О «Пионере» нужно сказать особо. Здание старинного пассажа на углу Ленина и Джалиля во времена перестройки впало в вечный ремонт; в шестидесятые же оно вмещало многочисленные магазины и кафе и тот самый кинотеатр; со стороны Джалиля располагались квартиры, там на высоком этаже с крутой лестницей жили мои одноклассники по шестой казанской школе.
Зрительный зал в «Пионере» был длинный и узкий, и пацанское «Ура-а-а!» на победных кадрах «Чапаева» катилось в нём из ряда в ряд почти как от трибуны к трибуне на футболе. На подступе к залу, в холлах, перед началом сеанса проходили джазовые концерты, в паузах которых к публике выскакивали, как чёртик из шкатулки, артисты-разговорники, помимо объявления номеров исполнявшие Зощенко, Ардова или музыкальные фельетоны.
Музыкальный фельетон был жанром популярным и несложным в изготовлении. На заданную тему придумывался сюжет, к сюжету подбирались песни, по куплету из каждой, и сочинялся на скорую руку новый текст - для пущей узнаваемости с использованием старого. Например, если речь шла о воровстве корма для животных в цирке или зоопарке, то вначале на мотив «Старого клёна» пелось что-нибудь вроде «Старый слон, старый слон, старый слон совсем худой…» Связки между песенными кусками были тоже в стихах. Метод сохранился и сегодня, в частности у кавээнщиков, только в соответствии с моментом они могут спеть «Старый клон, старый клон…» или, скажем, «Клон ты мой опавший».

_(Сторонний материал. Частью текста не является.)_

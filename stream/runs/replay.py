"""A log in, learned over once in order: checkpoints on the way, a snapshot and metrics out."""

from __future__ import annotations

import resource
import signal
import threading
import time
from collections.abc import Callable, Iterator
from contextlib import contextmanager
from dataclasses import dataclass
from pathlib import Path
from types import FrameType
from typing import Any

from stream.checkpoints import Checkpoints
from stream.errors import BadSettings, CannotCreate
from stream.metrics import Summary, WindowRow
from stream.runs.learning import LearningRun
from stream.settings import Settings
from stream.snapshots import Snapshots
from stream.sources import LogSource
from stream.state_folder import StateFolder

__all__ = ["ReplayResult", "replay"]

OnWindow = Callable[[WindowRow], None]
OnProgress = Callable[[float | None, int], None]


@dataclass(frozen=True, slots=True)
class ReplayResult:
    """What a replay found; `seconds` from opening the log to results, `messages_read` in this run."""

    summary: Summary
    windows: list[WindowRow]
    slices: list[tuple[str, Summary]]
    rejects_by_reason: dict[str, int]
    tokens: int
    nnz: int
    live: int
    learned: int
    epochs: int
    refused_updates: int
    refused_coordinates: int
    seconds: float
    messages_read: int
    peak_rss_bytes: int
    resumed_from: int | None
    checkpoints: int
    snapshot: Path
    memory: dict[str, int]
    interrupted: bool
    warnings: list[str]

    def to_json(self) -> dict[str, Any]:
        """One document; an undefined metric is null."""
        return {
            **self.summary.to_json(),
            "tokens": self.tokens,
            "nnz": self.nnz,
            "live": self.live,
            "learned": self.learned,
            "epochs": self.epochs,
            "seconds": self.seconds,
            "messages_per_s": self.messages_read / self.seconds if self.seconds > 0 else None,
            "peak_rss_bytes": self.peak_rss_bytes,
            "resumed_from": self.resumed_from,
            "checkpoints": self.checkpoints,
            "snapshot": str(self.snapshot),
            "interrupted": self.interrupted,
            "rejects_by_reason": self.rejects_by_reason,
            "refused_updates": self.refused_updates,
            "refused_coordinates": self.refused_coordinates,
            "memory": self.memory,
            "windows": [row.to_json() for row in self.windows],
            "slices": {name: summary.to_json() for name, summary in self.slices},
            "warnings": self.warnings,
        }


def replay(
    settings: Settings,
    folder: Path,
    *,
    resume: bool = False,
    fresh: bool = False,
    epochs: int = 1,
    on_window: OnWindow = lambda row: None,
    progress: OnProgress = lambda fraction, messages: None,
) -> ReplayResult:
    """Learns over the log of `settings.feed`, keeping state in `folder`.

    `resume`: go on from the newest whole checkpoint, if there is one; `fresh`: start anew; without either
    a used state folder is refused. `epochs`: passes over the log (>= 1). `on_window` is given each
    window's row, `progress` the share of the log read (None where unknown) and the messages so far.
    SIGINT and SIGTERM end the run after the block at hand, with a checkpoint and a snapshot; a second
    one ends it at once. Raises what the stages raise; the last checkpoint is then whole.
    """
    began = time.monotonic()
    with StateFolder(folder) as state, _stop_on_signal() as stopping:
        checkpoints = Checkpoints(state.checkpoints, settings.state.keep_checkpoints)
        snapshots = Snapshots(state.snapshots, settings.state.keep_snapshots)
        if state.used() and not (resume or fresh):
            raise CannotCreate(
                f"{folder} holds a state already: go on from it with --resume, start anew with --fresh, "
                "or give another state.folder"
            )
        if fresh:
            state.clear()
            snapshots.retire_after(-1)
        run, warnings, resumed_from = _begin(settings, state, checkpoints)
        pacer = _Pacer(run, settings, checkpoints)
        windows: list[WindowRow] = []

        def keep(row: WindowRow) -> None:
            windows.append(row)
            on_window(row)

        _learn(run, settings, epochs, pacer, keep, progress, stopping)
        pacer.checkpoint()
        weights = run.model.weights()
        snapshot = snapshots.write(run.messages, weights, run.about_snapshot())
        run.rejects.close()
        model, metrics = run.model, run.progress
        if metrics.window_left < metrics.window:
            keep(WindowRow(metrics.messages, metrics.window_summary(), len(weights), model.live))
        return ReplayResult(
            summary=metrics.summary(),
            windows=windows,
            slices=metrics.slice_summaries(),
            rejects_by_reason=dict(run.rejects.by_reason),
            tokens=run.tokens,
            nnz=len(weights),
            live=model.live,
            learned=model.learned,
            epochs=run.epoch + 1,
            refused_updates=model.refused_updates,
            refused_coordinates=model.refused_coordinates,
            seconds=time.monotonic() - began,
            messages_read=run.messages - (resumed_from or 0),
            peak_rss_bytes=1024 * resource.getrusage(resource.RUSAGE_SELF).ru_maxrss,
            resumed_from=resumed_from,
            checkpoints=pacer.written,
            snapshot=snapshot,
            memory=model.memory(),
            interrupted=bool(stopping),
            warnings=warnings,
        )


class _Pacer:
    """Writes a checkpoint whenever the messages reach a multiple of `checkpoint_every`, and at the end."""

    def __init__(self, run: LearningRun, settings: Settings, checkpoints: Checkpoints) -> None:
        self._run = run
        self._every = settings.state.checkpoint_every
        self._checkpoints = checkpoints
        self._saved_at = run.messages if run.position is not None else -1
        self.written = 0

    def left(self) -> int:
        """Messages until the next checkpoint is due."""
        return self._every - self._run.messages % self._every

    def checkpoint_if_due(self) -> None:
        if self._run.messages % self._every == 0:
            self.checkpoint()

    def checkpoint(self) -> None:
        """Rejects first, then the checkpoint that counts them; nothing when it would say the same again."""
        run = self._run
        if run.messages == self._saved_at:
            return
        run.rejects.sync()
        self._checkpoints.write(run.messages, run.state(), run.about())
        self._saved_at = run.messages
        self.written += 1


def _begin(
    settings: Settings, state: StateFolder, checkpoints: Checkpoints
) -> tuple[LearningRun, list[str], int | None]:
    """A run, gone on with from the newest checkpoint where there is one; warnings; messages it had then."""
    saved = checkpoints.newest()
    if saved is None:
        return LearningRun(settings, state.rejects), [], None
    run = LearningRun(settings, state.rejects, saved.about)
    run.restore(saved.arrays)
    return run, list(saved.moved_aside), run.messages


def _learn(
    run: LearningRun,
    settings: Settings,
    epochs: int,
    pacer: _Pacer,
    on_window: OnWindow,
    progress: OnProgress,
    stopping: list[int],
) -> None:
    """Runs to the end of the last epoch, or until a signal came."""
    if run.epoch >= epochs:
        raise BadSettings(
            f"the checkpoint is in epoch {run.epoch + 1}, beyond --epochs {epochs}: "
            f"give at least {run.epoch + 1}"
        )
    while not stopping:
        source = LogSource(settings.feed.paths, settings.folder, settings.feed.max_line_bytes)
        try:
            if run.position is not None:
                source.seek(dict(run.position))
            while not stopping:
                done = run.step(source, pacer.left())
                if done is False:
                    break
                pacer.checkpoint_if_due()
                if isinstance(done, WindowRow):
                    on_window(done)
                fraction = source.fraction_read()
                progress(None if fraction is None else (run.epoch + fraction) / epochs, run.messages)
        finally:
            source.close()
        if stopping or run.epoch + 1 == epochs:
            return
        run.next_epoch()


@contextmanager
def _stop_on_signal() -> Iterator[list[int]]:
    """A list that holds the signal once SIGINT or SIGTERM came; a second one acts as it did before."""
    came: list[int] = []
    signals = (signal.SIGINT, signal.SIGTERM)
    before = {number: signal.getsignal(number) for number in signals}

    def as_before() -> None:
        for number, handler in before.items():
            signal.signal(number, handler)

    def note(number: int, frame: FrameType | None) -> None:
        came.append(number)
        as_before()

    if threading.current_thread() is not threading.main_thread():  # nobody could tell it
        yield came
        return
    for number in signals:
        signal.signal(number, note)
    try:
        yield came
    finally:
        as_before()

Разумеется, в школьные годы о технике создания эстрадных текстов я не задумывался, фельетоны эти обожал и иные номера казанских разговорников знал наизусть, смущая время от времени артистов подсказками из зала.

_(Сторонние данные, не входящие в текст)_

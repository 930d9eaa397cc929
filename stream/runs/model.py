"""Batches in, margins out: table, learner and names taken together, in the order that the rules demand."""

from __future__ import annotations

from collections.abc import Mapping
from dataclasses import replace
from functools import cache
from typing import Any, TypeVar

import numpy as np
import numpy.typing as npt

from stream.arrays_file import Rows
from stream.background import View
from stream.coordinate import tally_of
from stream.learners import AveragingLearner, Learner
from stream.runs.averaging import Averaging
from stream.runs.sifting import Sifting
from stream.runs.table_model import TableModel
from stream.settings import Settings
from stream.tables import NameLedger, names_state
from stream.weights import Weights

__all__ = ["Model"]

Arrays = dict[str, npt.NDArray[Any]]
T = TypeVar("T")


def _part(name: str, values: Mapping[str, T]) -> dict[str, T]:
    return {f"{name}.{key}": value for key, value in values.items()}


def _learner_of(settings: Settings) -> Learner:
    averaging = settings.learner.averaging is not None
    return AveragingLearner(settings.learner) if averaging else Learner(settings.learner)


class Model(TableModel):
    """One learner over its table."""

    def __init__(self, settings: Settings) -> None:
        self._names = NameLedger()
        self._learner = _learner_of(settings)
        self._averaging = Averaging(self._learner) if isinstance(self._learner, AveragingLearner) else None
        super().__init__(settings, self._averaging or self._learner, self._names)

    @property
    def intercept(self) -> float:
        """The unpenalised constant of the margin, as it goes with `weights`."""
        return self._learner.intercept

    @property
    def strength(self) -> float:
        """Accumulated strength, in units of the sum of losses."""
        return self._learner.strength

    @property
    def refused_updates(self) -> int:
        """Updates refused since a weight would have stopped being finite."""
        return self._learner.refused

    def memory(self) -> dict[str, int]:
        """As `TableModel`'s; averages count as table."""
        found = super().memory()
        if self._averaging is not None:
            found["table_bytes"] += self._averaging.table_bytes
        return found

    def next_pass(self) -> None:
        """The log is about to be read again."""
        if self._averaging is not None:
            self._averaging.next_pass()

    def nnz(self) -> int:
        """Weights that are not exactly zero now."""
        return sum(int(np.count_nonzero(self._weights_at(*chunk))) for chunk in self._table.chunks())

    def weights(self) -> Weights:
        """The non-zero weights now, with names and message counts. One too small for float32 is left out.

        They are what readers get: averages, where `learner.averaging` asks for them.
        """
        found, values = [np.empty(0, np.int64)], [np.empty(0, np.float32)]
        for begin, end in self._table.chunks():
            weights = self._weights_at(begin, end).astype(np.float32)
            slots = np.flatnonzero(weights)
            found.append(begin + slots)
            values.append(weights[slots])
        slots = np.concatenate(found)
        addresses = self._table.addresses_at(slots)
        order = np.argsort(addresses)
        addresses = addresses[order]
        return Weights(
            addresses,
            np.concatenate(values)[order],
            tuple(self._names[address] for address in addresses.tolist()),
            tally_of(self._table.touches(slots[order])),
            self.intercept,
            self.learned,
            self._settings.fingerprint(),
        )

    def state(self) -> Arrays:
        """Everything needed to go on, by name; equal for equal streams."""
        averages = {} if self._averaging is None else self._averaging.state()
        return (
            _part("table", self._table.state())
            | averages
            | self._small_state()
            | _part("names", names_state(self._names.copied()))
        )

    def begin_saving(self, weights: bool = False) -> View:
        """The state as it is now, for another thread to write while this one goes on learning.

        Its `close` must be called before the next one. Learning waits for a copy of eight bytes a coordinate,
        the admission filter and the names. `weights`: whether the view gives the weights too.
        """
        small = _part("table", self._table.admission()) | self._small_state()
        copied = self._names.copied()
        names = cache(lambda: names_state(copied))
        saving = self._table.begin_saving(self.learned)
        pieces = (_part("table", piece) for piece in saving.pieces())
        rows, close = Rows(saving.length, _part("table", saving.dtypes), pieces), saving.close
        if self._averaging is not None:
            rows, close = self._averaging.saved_with(rows, close)
        sifting = self._sifting() if weights else None
        if sifting is not None:
            rows = replace(rows, pieces=sifting.passing(rows.pieces))
        return View(
            rows,
            lambda: small | _part("names", names()),
            close,
            None if sifting is None else lambda: sifting.weights(names()),
        )

    def _sifting(self) -> Sifting:
        learner = _learner_of(self._settings)
        learner.restore(self._learner.state())
        return Sifting(learner, self._settings.fingerprint())

    def _small_state(self) -> Arrays:
        counts = np.array([self._room_sought_from, self._table.refused], np.int64)
        return {**_part("learner", self._learner.state()), "model.counts": counts}

    def restore(self, arrays: Mapping[str, npt.NDArray[Any]]) -> None:
        """Goes on from what `state` gave; meant for a fresh object."""

        def part(name: str) -> Arrays:
            return {
                key.removeprefix(f"{name}."): array
                for key, array in arrays.items()
                if key.startswith(f"{name}.")
            }

        self._table.load(part("table"))
        if self._averaging is not None:
            self._averaging.restore(arrays)
        self._learner.restore(part("learner"))
        self._names.restore(part("names"))
        self._room_sought_from, self._table.refused = (int(count) for count in arrays["model.counts"])

    def _weights_at(self, begin: int, end: int) -> npt.NDArray[np.float64]:
        """What readers get of slots begin to end - 1; 0 in an empty one."""
        if self._averaging is None:
            return self._learner.weights(self._table.cells, begin, end)
        out = np.zeros(end - begin)
        used = np.flatnonzero(self._table.in_use(begin, end))
        out[used] = self._averaging.weights(self._table.addresses_at(begin + used))
        return out

    def _is_zero(self, begin: int, end: int) -> npt.NDArray[np.bool_]:
        """Whether the weight in each slot of begin to end - 1 is exactly zero, and what readers get too."""
        zero = np.asarray(self._learner.weights(self._table.cells, begin, end) == 0.0)
        return zero if self._averaging is None else zero & (self._weights_at(begin, end) == 0.0)

    def _forget(self, slots: npt.NDArray[np.int64]) -> None:
        if self._averaging is not None:
            self._averaging.forget(self._table.addresses_at(slots))
        super()._forget(slots)

    def _drop_names_of_zeros(self) -> None:
        addresses = self._names.addresses()
        slots = self._table.slots_of(addresses)
        order = np.argsort(slots)
        zero = slots < 0
        for begin, end in self._table.chunks():
            first, last = np.searchsorted(slots, (begin, end), sorter=order)
            here = order[first:last]
            zero[here] = self._is_zero(begin, end)[slots[here] - begin]
        self._names.drop(addresses[zero])
        self._table.clear_named(slots[zero & (slots >= 0)])
        if self._averaging is not None:
            self._averaging.clear_named(addresses[zero])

В Бугульме имелся драматический театр, носящий сейчас имя начинавшего там сценический путь Алексея Баталова. Я же в силу природной смешливости тяготел тогда скорее к эстраде, нежели к театру. Особенно, как уже упоминалось, к разговорному жанру - конферансу, рассказам, монологам, скетчам и прочим малым формам. Владимир Хенкин, Рина Зелёная, Елизавета Ауэрбах, Миронова и Менакер, Тарапунька и Штепсель, Миров и Новицкий - эти имена означали для меня радость. Я и сам уже пробовал читать что-нибудь со сцены - в частности, «Их бин с головы до ног» Ильфа и Петрова, выуженный из какой-то книжки и показавшийся мне в мои двенадцать очень смешным. Речь там шла о дрессировщике Мазуччио и его говорящей собаке Брунгильде, которую невзирая на европейскую славу худсовет цирка не пускал на арену по причине мещанского характера её песенного репертуара. «С головы до ног я создана для любви-и-и», - пел я, то бишь несчастная собака, помахивая хвостиком в тщетной попытке покорить сердца цензоров. А затем ложился на воображаемые опилки и выдавал коронную собачью реплику: «Их штербе…», то есть «Я умираю…»

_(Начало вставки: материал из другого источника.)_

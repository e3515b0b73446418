import { Id } from '@windrow/ventilation/contract/instant';
import { z } from 'zod';
import type { Deps } from '../../deps.ts';
import { notFound } from '../../errors.ts';
import { type ObservationRow, observationById } from '../../queries/observations.ts';
import { type StayRow, stayById } from '../../queries/stays.ts';
import { type BedRow, bedById, type UnitRow, unitById } from '../../queries/units.ts';

export const UnitParams = z.object({ unitId: Id });
export const StayParams = z.object({ stayId: Id });
export const BedParams = z.object({ bedId: Id });
export const ShiftParams = z.object({ shiftId: Id });
export const PersonParams = z.object({ personId: Id });
export const VentilatorParams = z.object({ ventilatorId: Id });
export const ObservationParams = z.object({ observationId: Id });

type Db = Deps['db'];

export async function requireUnit(db: Db, unitId: string): Promise<UnitRow> {
  const unit = await unitById(db, unitId);
  if (!unit) throw notFound('unit', 'unitId', unitId);
  return unit;
}

export async function requireBed(db: Db, bedId: string): Promise<BedRow> {
  const bed = await bedById(db, bedId);
  if (!bed) throw notFound('bed', 'bedId', bedId);
  return bed;
}

export async function requireStay(db: Db, stayId: string): Promise<StayRow> {
  const stay = await stayById(db, stayId);
  if (!stay) throw notFound('stay', 'stayId', stayId);
  return stay;
}

export async function requireObservation(db: Db, id: string): Promise<ObservationRow> {
  const observation = await observationById(db, id);
  if (!observation) throw notFound('observation', 'observationId', id);
  return observation;
}

/** Where the authority over each thing lies. */
export const inUnit = async ({ db }: Deps, { params }: { params: { unitId: string } }) =>
  (await requireUnit(db, params.unitId)).id;
export const inUnitOfStay = async ({ db }: Deps, { params }: { params: { stayId: string } }) =>
  (await requireStay(db, params.stayId)).unit_id;
export const inUnitOfBed = async ({ db }: Deps, { params }: { params: { bedId: string } }) =>
  (await requireBed(db, params.bedId)).unit_id;
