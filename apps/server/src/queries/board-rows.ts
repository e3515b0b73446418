import type { Bed } from '@windrow/ventilation/contract/board';
import type { Knex } from 'knex';

type BoardRow = { bed_id: string; unit_id: string; revision: number; row: string };

export async function putBoardRow(db: Knex, bed: Bed): Promise<void> {
  const row: BoardRow = {
    bed_id: bed.bedId,
    unit_id: bed.unitId,
    revision: bed.revision,
    row: JSON.stringify(bed),
  };
  await db<BoardRow>('board_rows').insert(row).onConflict('bed_id').merge();
}

/** As many rows as the unit has beds, whatever the length of the record. */
export async function boardRows(db: Knex, unitId: string): Promise<Bed[]> {
  const rows = await db<BoardRow>('board_rows').where({ unit_id: unitId });
  return rows
    .map(({ row }): Bed => JSON.parse(row))
    .sort((one, other) => one.row - other.row || one.column - other.column);
}

export async function boardRow(db: Knex, bedId: string): Promise<Bed | null> {
  const row = await db<BoardRow>('board_rows').where({ bed_id: bedId }).first();
  return row ? JSON.parse(row.row) : null;
}
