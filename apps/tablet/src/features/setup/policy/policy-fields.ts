import type { Policy } from '@windrow/ventilation/policy/policy';

export const LADDER_ROWS = [
  { kind: 'check', label: 'Check: settings and readings' },
  { kind: 'airway', label: 'Airway: depth and cuff' },
  { kind: 'gas', label: 'Blood gas' },
] as const satisfies readonly { kind: keyof Policy['freshness']; label: string }[];

export const LADDER_STEPS = [
  { step: 'dueFrom', label: 'due from' },
  { step: 'overdueFrom', label: 'overdue from' },
  { step: 'withdrawFrom', label: 'withdrawn from' },
] as const;

export const TASK_ROWS = [
  { task: 'check', label: 'Check', whom: 'everybody on a ventilator' },
  { task: 'airwayCare', label: 'Airway care', whom: 'everybody with a tube or tracheostomy' },
  { task: 'inhaledTreatment', label: 'Inhaled treatment', whom: 'everybody on a ventilator' },
  { task: 'maskCare', label: 'Mask care', whom: 'mask ventilation' },
  { task: 'oxygenRound', label: 'Oxygen round', whom: 'high flow and oxygen' },
] as const satisfies readonly { task: keyof Policy['tasks']; label: string; whom: string }[];

export const THRESHOLDS = [
  { key: 'vtPerKgHighMl', label: 'Tidal volume, attention above', unit: 'mL/kg', step: 0.1 },
  { key: 'vtPerKgNoteMl', label: 'Tidal volume, note above', unit: 'mL/kg', step: 0.1 },
  { key: 'plateauHighCmH2O', label: 'Plateau above', unit: 'cmH2O', step: 1 },
  { key: 'drivingPressureHighCmH2O', label: 'Driving pressure above', unit: 'cmH2O', step: 1 },
  { key: 'mechanicalPowerHighJMin', label: 'Mechanical power above', unit: 'J/min', step: 1 },
  { key: 'intrinsicPeepHighCmH2O', label: 'Intrinsic PEEP from', unit: 'cmH2O', step: 1 },
  { key: 'fio2HighPercent', label: 'Oxygen (FiO2) from', unit: '%', step: 1 },
  { key: 'pfModerateMmHg', label: 'P/F, note below', unit: 'mmHg', step: 1 },
  { key: 'pfLowMmHg', label: 'P/F, attention below', unit: 'mmHg', step: 1 },
  { key: 'phLow', label: 'pH below', unit: '', step: 0.01 },
  { key: 'cuffLowCmH2O', label: 'Cuff pressure below', unit: 'cmH2O', step: 1 },
  { key: 'cuffHighCmH2O', label: 'Cuff pressure above', unit: 'cmH2O', step: 1 },
  { key: 'depthMovedCm', label: 'Tube moved by', unit: 'cm', step: 0.5 },
  { key: 'rateAboveSetPerMin', label: 'Rate above set by', unit: '/min', step: 1 },
  { key: 'screenHoldsHours', label: 'Readiness screen stands for', unit: 'h', step: 1 },
  { key: 'trialDueHours', label: 'Breathing trial due after the screen', unit: 'h', step: 0.5 },
  { key: 'trialAgainHours', label: 'No second trial within', unit: 'h', step: 1 },
  { key: 'suctionMaxPercent', label: 'Suction catheter fills at most', unit: '% of the tube', step: 1 },
] as const satisfies readonly {
  key: keyof Policy['thresholds'];
  label: string;
  unit: string;
  step: number;
}[];

/** Every value of a policy by its path, with its name: what two versions are compared by. */
export function policyValues(policy: Policy): { path: string; label: string; value: string }[] {
  const ladders = LADDER_ROWS.flatMap(({ kind, label }) =>
    LADDER_STEPS.map(({ step, label: word }) => ({
      path: `freshness.${kind}.${step}`,
      label: `${label}, ${word}`,
      value: shown(policy.freshness[kind][step], 'min'),
    })),
  );
  const thresholds = THRESHOLDS.map(({ key, label, unit }) => ({
    path: `thresholds.${key}`,
    label,
    value: shown(policy.thresholds[key], unit),
  }));
  const tasks = TASK_ROWS.flatMap(({ task, label }) => [
    {
      path: `tasks.${task}.minutes`,
      label: `${label}, minutes each`,
      value: shown(policy.tasks[task].minutes, 'min'),
    },
    {
      path: `tasks.${task}.everyMinutes`,
      label: `${label}, every`,
      value: shown(policy.tasks[task].everyMinutes, 'min'),
    },
  ]);
  const night = [
    { path: 'nightFrom', label: 'Night from', value: policy.nightFrom },
    { path: 'nightTo', label: 'Night to', value: policy.nightTo },
  ];
  return [...ladders, ...thresholds, ...tasks, ...night];
}

/** A field that was emptied holds no number while it is. */
function shown(value: number, unit: string): string {
  return Number.isNaN(value) ? 'nothing' : `${value} ${unit}`.trim();
}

Детский эстрадный опыт пригодился мне в студенческие годы, в бытность мою актёром Театра Юмора и Гротеска при Казанском университете, или попросту УТЮГа.
Миров и Новицкий на закате карьеры приезжали к нам с гастролями, и мне довелось брать у них интервью для газеты. За пределами сцены они по-прежнему находились каждый в своём образе: резонёр Новицкий был серьёзен и величественен, а комик Миров балагурил; когда им представили молодого казанского журналиста, Новицкий благосклонно кивнул и промолчал, а Миров заулыбался и по-клоунски развёл руками: «А я-то думаю - он это или не он?».
Футбол в Бугульме был всегда и везде. На Краснослободской ворота располагались между двумя брошенными на землю портфелями, и мы всем скопом носились по импровизированному полю, поднимая облака пыли, за которыми не всегда можно было разглядеть, свой перед тобой или чужой. Игрок я был не слишком толковый, но смелый: однажды меня поставили в ворота, и, зная по взрослым играм на стадионе «Строитель», что вратарь должен бросаться за мячом в угол, я при первом подходящем случае решился и бросился - даже не догадавшись выставить перед собой руки, просто мордой вперёд. Впрочем, тогда всё заживало быстро.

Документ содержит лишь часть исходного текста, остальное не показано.